* **Exercise directions**
Scan the entries below. Report each line where the string "dtype" occurs.

Saved data entries:
--- START ---

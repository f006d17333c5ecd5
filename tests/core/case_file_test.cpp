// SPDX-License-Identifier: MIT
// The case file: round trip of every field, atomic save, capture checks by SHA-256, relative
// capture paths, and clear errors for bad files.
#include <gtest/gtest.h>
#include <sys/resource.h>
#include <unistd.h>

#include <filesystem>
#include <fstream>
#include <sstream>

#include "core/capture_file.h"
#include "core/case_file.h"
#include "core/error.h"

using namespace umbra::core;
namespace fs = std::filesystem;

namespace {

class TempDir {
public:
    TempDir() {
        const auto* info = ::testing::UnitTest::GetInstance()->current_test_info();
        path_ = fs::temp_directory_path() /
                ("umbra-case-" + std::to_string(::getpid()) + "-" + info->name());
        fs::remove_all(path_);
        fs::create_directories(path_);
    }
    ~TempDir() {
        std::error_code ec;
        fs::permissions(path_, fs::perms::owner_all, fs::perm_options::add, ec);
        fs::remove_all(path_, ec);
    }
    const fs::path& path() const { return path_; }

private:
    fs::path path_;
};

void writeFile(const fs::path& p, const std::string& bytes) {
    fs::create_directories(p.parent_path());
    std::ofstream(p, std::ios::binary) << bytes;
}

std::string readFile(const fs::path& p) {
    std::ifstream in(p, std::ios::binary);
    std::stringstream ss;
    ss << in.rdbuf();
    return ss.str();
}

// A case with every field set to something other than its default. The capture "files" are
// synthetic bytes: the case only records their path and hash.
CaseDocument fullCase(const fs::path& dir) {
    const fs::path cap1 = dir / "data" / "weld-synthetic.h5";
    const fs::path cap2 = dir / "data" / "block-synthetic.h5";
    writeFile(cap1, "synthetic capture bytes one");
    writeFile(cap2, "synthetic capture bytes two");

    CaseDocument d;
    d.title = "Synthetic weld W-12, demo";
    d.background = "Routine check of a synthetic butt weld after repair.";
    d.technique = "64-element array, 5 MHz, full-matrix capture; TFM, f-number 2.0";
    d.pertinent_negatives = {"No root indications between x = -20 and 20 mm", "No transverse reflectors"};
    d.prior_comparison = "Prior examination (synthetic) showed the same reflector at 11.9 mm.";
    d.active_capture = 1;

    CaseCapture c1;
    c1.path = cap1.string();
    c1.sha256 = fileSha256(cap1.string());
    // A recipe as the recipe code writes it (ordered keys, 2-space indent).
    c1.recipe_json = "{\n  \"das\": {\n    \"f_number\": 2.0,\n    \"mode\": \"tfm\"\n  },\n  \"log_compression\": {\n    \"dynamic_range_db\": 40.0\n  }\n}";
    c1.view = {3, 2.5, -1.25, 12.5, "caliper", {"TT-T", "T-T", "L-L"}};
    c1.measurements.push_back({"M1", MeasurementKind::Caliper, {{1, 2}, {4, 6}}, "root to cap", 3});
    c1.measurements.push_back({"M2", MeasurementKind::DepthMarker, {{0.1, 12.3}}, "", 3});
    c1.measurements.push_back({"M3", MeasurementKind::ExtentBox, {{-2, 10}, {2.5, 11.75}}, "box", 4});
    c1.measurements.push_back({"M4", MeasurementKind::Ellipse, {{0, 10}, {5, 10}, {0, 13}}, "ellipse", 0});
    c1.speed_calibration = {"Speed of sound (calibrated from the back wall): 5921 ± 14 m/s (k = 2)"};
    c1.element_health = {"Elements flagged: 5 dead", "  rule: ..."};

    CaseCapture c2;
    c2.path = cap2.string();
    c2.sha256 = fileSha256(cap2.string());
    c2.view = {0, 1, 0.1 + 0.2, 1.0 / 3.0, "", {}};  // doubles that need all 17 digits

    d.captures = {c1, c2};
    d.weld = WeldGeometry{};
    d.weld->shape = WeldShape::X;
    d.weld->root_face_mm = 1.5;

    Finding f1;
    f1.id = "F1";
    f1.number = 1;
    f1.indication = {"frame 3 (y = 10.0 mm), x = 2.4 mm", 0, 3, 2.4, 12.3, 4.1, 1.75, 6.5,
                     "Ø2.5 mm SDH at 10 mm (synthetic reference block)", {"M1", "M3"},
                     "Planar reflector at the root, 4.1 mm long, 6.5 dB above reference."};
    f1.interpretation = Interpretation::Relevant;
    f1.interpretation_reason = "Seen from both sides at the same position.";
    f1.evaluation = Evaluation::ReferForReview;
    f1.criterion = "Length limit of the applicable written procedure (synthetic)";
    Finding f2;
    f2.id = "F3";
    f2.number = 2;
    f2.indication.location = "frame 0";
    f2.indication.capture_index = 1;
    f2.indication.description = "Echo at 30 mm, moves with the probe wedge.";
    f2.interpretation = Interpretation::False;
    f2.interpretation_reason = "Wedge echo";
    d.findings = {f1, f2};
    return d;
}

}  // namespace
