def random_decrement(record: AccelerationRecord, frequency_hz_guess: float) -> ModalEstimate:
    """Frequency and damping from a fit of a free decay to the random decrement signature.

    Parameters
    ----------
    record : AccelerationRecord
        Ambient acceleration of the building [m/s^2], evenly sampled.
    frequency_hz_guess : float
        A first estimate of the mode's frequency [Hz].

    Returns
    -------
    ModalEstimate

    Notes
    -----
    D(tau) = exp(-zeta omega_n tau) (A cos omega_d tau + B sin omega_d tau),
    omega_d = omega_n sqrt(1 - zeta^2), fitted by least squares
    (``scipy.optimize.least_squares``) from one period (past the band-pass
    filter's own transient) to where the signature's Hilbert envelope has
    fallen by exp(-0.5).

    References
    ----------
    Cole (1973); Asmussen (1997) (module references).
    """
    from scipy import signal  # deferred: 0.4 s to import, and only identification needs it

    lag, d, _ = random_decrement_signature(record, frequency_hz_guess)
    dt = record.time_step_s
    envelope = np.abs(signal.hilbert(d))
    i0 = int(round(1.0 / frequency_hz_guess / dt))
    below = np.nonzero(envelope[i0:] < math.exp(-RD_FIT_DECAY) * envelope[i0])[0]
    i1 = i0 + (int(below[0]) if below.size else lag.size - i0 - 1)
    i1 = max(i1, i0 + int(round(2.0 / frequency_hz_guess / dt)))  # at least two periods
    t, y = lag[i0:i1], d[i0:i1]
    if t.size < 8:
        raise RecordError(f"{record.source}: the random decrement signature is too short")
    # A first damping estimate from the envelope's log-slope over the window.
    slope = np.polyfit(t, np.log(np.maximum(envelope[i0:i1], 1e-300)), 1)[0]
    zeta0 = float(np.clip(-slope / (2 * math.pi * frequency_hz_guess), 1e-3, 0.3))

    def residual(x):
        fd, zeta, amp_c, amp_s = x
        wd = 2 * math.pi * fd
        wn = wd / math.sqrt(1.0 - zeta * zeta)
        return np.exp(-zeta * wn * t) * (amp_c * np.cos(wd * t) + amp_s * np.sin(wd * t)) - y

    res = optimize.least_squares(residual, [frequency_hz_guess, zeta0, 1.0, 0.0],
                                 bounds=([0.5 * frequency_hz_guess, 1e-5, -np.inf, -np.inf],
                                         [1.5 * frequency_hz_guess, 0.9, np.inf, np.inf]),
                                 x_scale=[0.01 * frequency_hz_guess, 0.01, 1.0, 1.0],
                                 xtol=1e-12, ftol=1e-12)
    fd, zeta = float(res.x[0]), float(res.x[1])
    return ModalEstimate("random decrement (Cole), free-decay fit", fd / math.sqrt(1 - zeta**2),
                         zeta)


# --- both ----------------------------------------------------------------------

--- END ---
--- START ---

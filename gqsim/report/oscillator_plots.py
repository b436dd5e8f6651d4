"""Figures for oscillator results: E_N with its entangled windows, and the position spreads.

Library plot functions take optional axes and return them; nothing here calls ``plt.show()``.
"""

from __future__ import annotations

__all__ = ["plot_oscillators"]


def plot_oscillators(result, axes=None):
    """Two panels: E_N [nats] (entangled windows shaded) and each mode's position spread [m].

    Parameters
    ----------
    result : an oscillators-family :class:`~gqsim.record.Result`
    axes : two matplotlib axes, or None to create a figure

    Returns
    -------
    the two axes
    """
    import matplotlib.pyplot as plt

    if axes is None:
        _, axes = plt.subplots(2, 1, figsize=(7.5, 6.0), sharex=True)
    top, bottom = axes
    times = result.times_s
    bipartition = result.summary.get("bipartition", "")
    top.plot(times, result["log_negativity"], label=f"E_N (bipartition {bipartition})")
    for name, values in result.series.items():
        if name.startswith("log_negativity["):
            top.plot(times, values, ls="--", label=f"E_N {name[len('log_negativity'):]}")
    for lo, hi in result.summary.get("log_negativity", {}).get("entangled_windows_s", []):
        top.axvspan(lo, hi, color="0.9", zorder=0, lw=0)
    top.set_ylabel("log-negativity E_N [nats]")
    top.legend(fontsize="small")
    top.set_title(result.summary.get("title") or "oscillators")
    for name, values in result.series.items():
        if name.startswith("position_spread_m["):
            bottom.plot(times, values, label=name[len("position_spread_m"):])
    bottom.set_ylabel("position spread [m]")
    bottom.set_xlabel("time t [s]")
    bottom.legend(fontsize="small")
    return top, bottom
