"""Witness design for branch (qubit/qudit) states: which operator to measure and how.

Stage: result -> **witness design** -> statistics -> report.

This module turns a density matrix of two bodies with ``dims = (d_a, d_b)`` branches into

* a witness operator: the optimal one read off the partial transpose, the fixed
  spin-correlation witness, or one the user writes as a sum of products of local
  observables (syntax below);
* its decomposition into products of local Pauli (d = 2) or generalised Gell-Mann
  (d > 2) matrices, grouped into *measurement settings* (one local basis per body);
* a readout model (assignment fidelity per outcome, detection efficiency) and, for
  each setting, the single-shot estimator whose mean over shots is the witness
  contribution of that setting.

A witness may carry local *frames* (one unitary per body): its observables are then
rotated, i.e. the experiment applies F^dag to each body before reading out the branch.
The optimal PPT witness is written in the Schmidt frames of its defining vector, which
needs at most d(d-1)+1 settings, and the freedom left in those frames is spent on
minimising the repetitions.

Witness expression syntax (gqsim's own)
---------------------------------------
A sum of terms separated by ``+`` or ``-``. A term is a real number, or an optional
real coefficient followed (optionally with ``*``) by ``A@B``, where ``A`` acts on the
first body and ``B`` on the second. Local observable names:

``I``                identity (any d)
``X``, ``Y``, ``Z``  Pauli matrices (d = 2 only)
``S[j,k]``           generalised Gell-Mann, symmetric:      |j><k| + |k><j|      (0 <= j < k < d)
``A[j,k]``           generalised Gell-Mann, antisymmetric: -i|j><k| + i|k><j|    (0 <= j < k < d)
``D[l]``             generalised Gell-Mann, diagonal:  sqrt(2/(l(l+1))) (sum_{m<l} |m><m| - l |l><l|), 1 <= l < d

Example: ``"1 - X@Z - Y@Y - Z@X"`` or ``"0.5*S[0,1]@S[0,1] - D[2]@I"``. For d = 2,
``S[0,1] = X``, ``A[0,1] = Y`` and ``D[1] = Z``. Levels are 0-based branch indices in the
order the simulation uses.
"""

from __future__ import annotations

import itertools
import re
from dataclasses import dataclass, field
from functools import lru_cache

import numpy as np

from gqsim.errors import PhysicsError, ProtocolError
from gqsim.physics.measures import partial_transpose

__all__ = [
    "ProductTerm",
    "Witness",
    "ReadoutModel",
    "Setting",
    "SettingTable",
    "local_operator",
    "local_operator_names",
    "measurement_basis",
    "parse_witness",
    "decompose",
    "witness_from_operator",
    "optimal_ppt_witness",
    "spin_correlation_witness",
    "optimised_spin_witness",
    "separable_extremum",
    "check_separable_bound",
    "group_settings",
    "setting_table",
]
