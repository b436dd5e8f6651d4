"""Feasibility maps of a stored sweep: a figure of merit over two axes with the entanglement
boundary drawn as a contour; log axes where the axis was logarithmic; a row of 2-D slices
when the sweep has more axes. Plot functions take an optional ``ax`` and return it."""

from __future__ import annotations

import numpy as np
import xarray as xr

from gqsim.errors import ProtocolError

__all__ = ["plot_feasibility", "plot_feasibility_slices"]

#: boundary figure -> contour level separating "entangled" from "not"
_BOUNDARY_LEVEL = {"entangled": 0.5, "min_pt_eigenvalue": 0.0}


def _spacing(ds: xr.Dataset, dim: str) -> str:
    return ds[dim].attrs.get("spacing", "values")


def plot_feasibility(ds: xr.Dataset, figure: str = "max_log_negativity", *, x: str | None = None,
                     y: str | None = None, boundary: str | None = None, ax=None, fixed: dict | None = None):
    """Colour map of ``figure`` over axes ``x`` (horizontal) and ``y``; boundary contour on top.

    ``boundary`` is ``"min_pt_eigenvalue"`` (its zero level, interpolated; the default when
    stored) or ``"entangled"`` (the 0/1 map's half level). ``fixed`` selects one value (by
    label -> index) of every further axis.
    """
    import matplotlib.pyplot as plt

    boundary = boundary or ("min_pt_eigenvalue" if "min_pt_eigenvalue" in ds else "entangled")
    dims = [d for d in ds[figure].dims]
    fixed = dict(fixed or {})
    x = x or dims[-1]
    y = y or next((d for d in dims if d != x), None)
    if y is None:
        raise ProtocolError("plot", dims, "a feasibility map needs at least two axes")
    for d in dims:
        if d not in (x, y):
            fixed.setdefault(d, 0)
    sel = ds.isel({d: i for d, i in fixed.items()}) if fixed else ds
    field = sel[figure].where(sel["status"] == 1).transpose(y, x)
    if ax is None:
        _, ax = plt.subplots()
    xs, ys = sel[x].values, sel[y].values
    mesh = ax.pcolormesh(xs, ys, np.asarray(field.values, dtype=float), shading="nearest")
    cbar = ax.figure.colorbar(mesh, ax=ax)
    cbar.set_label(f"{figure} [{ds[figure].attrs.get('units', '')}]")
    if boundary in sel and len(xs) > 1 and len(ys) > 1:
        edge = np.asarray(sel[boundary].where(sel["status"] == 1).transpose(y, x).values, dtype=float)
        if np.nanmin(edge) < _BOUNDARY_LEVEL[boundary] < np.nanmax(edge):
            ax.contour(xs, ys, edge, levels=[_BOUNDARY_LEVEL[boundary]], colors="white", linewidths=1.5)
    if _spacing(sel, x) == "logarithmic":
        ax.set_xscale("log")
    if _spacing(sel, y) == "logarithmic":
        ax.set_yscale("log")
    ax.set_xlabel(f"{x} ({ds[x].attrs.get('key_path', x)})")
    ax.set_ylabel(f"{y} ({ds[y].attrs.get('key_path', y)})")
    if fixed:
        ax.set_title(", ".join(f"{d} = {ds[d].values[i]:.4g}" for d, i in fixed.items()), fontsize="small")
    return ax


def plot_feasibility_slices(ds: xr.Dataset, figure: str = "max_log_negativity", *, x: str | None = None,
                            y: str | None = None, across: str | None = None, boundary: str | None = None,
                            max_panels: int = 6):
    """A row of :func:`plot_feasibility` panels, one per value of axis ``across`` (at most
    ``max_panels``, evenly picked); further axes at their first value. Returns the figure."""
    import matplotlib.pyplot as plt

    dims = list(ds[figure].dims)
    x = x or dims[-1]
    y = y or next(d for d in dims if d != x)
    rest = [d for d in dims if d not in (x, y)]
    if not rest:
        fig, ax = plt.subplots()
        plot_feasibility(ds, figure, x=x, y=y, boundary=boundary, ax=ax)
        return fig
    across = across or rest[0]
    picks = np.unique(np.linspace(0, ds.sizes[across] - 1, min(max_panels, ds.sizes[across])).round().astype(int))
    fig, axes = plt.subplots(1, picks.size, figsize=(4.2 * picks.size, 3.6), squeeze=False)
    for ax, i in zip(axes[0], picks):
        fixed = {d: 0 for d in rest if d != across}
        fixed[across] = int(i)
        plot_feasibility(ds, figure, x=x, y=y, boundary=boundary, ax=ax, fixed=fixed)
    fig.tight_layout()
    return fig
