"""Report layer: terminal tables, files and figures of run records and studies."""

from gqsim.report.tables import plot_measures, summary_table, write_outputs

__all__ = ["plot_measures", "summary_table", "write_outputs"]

--- END ---

* **Answer section**
    mesh = ax.pcolormesh(xs, ys, np.asarray(field.values, dtype=float), shading="nearest")
        edge = np.asarray(sel[boundary].where(sel["status"] == 1).transpose(y, x).values, dtype=float)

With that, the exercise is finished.